Thursday, 18 April 2013

Busy and Productivity : The Great Myth


'Bingity bingty beep' goes your phone as yet another Whattsapp text from some random group pops onto your screen. 'Boip' another email enters your inbox. 'Plop' the messenger drops a REAL letter on your desk. Your Skype notification informs you that Adam in America has come online (you never speak to him, but it is good to know he is online). The ticker on your twitter feed keeps going as another one of the important people you follow (in case they ever actually bothered to notice your own posts) spews out some random comment about their breakup/new single/world peace. Perhaps it is time to check Facebook again and see if your news feed has changed in the last ten minutes. What about Instagram and Linked In? 'Boig' goes your email...or was it the phone? So busy. There is no time. So distracted. So unfocused.



We live in this illusion of being busy and think that being busy equals results. Then when an opportunity presents itself we are too busy to give it a second glance. But are we busy or are we just distracted. With all the extra sources of information and distraction in our lives it is easy to think that we are solving the world's problems when in fact we are getting nothing done. Being busy and working hard is only half the equation. You should also be effective.
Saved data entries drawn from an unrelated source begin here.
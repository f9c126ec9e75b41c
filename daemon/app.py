"""The one place where sources, the rolling pipeline, analysis workers, alarms and sinks are wired together.

Data flow (all on one asyncio event loop, numerics in a thread pool)::

    sources ──payload/block/speed──▶ BlockIngest (frames.py) ──frames──▶ per-point bounded queues
        ──batches of points whose plans mix──▶ ThreadPoolExecutor: analyze_frames(stack, plan(s), shaft_hz)
        ──FrameResult list──▶ one delivery queue and task per FrameSink (Prometheus, MQTT, OPC UA, alarms…)

A point is in at most one analysis batch at a time, so its frames (and trend) stay in order.  A batch takes the
frames of the point that has waited longest and of every other idle point whose plan mixes with its plan (equal
``batch_key``: plans that differ only in the bearing and the speed range, as a plant's machines' do, are analysed
in one call, each frame's result that of its own plan); it starts once
:data:`MAX_BATCH` frames are queued or the oldest has waited :data:`BATCH_WINDOW_S` (50 ms), because one call on
many frames costs a fraction per frame of a call on one (the pipeline's fixed cost per call is several frames'
worth): under load the batches fill up, and when idle a frame waits at most the window.  One batch more than there
are workers may be in flight, queued behind them, so a worker goes on to its next batch at once; it holds no
frame of a machine already in a batch (that machine's state after those results judges its next frames, as if
the batches ran one after the other).  An analysis worker slot is freed as soon as the analysis returns: the
results go to every sink's own queue and a task per sink hands them over, so a slow sink delays neither the next
analysis batch nor the other sinks.  Ordering and
bounds (:class:`SinkChannel`):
Unless Facebook is an effective part of your work (and you better have a good measure of how much revenue you generate from spending time on it) save it for another time or deactivate your account and watch what happens to your time.



Rare are the humans that can truly multitask. Sorry to break it to you there but your mind is capable of a single chain of thought at one time. Need proof? Think of the happiest event of your life. Now simultaneously think of the worst. See you can't., flip flopping between the two does not count. You can jump chains of thought but you can only ride the train of your mind on one piece of rail at a time. That means every time your phone rings while you are focused on your computer screen you have to leave what you are doing, answer the phone, and then try to recapture that molecule of neuronal firing you had five minutes earlier. Voltaire said that no problem can withstand the assault of sustained thinking. Sustained thinking people, he did not say 'the assault of broken thinking'. If you find yourself jumping from task to task every five minutes you will probably never get any of them done effectively.

So how can we take our 'busy' and translate it into 'effective'.

You should have a priority strategy. There are a number of strategies that work for different people from simple numerical ranking of your to-do-list to more complex time framed algorithms. I do not really care about what you use but decide what is important and what is not. Here is one that I use regularly. Take a piece of paper and divide it into four squares. Label them: High Priority/High Urgency, High Priority/Low Urgency, Low Priority/High Urgency, Low Priority/Low Urgency. Put what you need to do into one of the boxes. Then start tackling the first box. Not sure about what is high priority, here is a list of things that should take priority from Emergingideas.com . Priority: thanking people, doing the biggest task first, reading and writing more, connecting people, producing results, being helpful, being present, brainstorming, following up and following through, finishing assigned responsibilities.


Invest time into activities. Chunk out time to do things, enough time to bring you to completion of the activity or to a set point. In order to get this article out I need to chunk at least an uninterrupted hour to write it out (that does not include the other chunks set aside for brainstorming, the research, and conceptualising of the article). For that hour my phone is on silent (real silent and not vibrate), my secretary knows not to interrupt me unless the world is ending, and I am alone in my little world focused on producing the best possible article for you to read. See you didn't know that you were that special.


If you absolutely have to use social media then chunk it as well. Set aside the time to do it, and set an alarm so you only spend the allocated amount of time to the task of gossiping through news feeds. Treat emails with the same contempt. Check them twice a day, once in the morning and once in the afternoon, and less on weekends if at all. If it is really that urgent the person will call you. Turn off your smart phone feeds (it will save you internet cap), or switch them onto silent at least. Control the volume of information coming at you, come up with reporting strategies that allow you to keep tabs on your business without micromanaging every order and task.


The successful are busy but they never respond 'I've been busy'. Shift your perspective to being effective. You will probably still be busy, but you will get what matters done.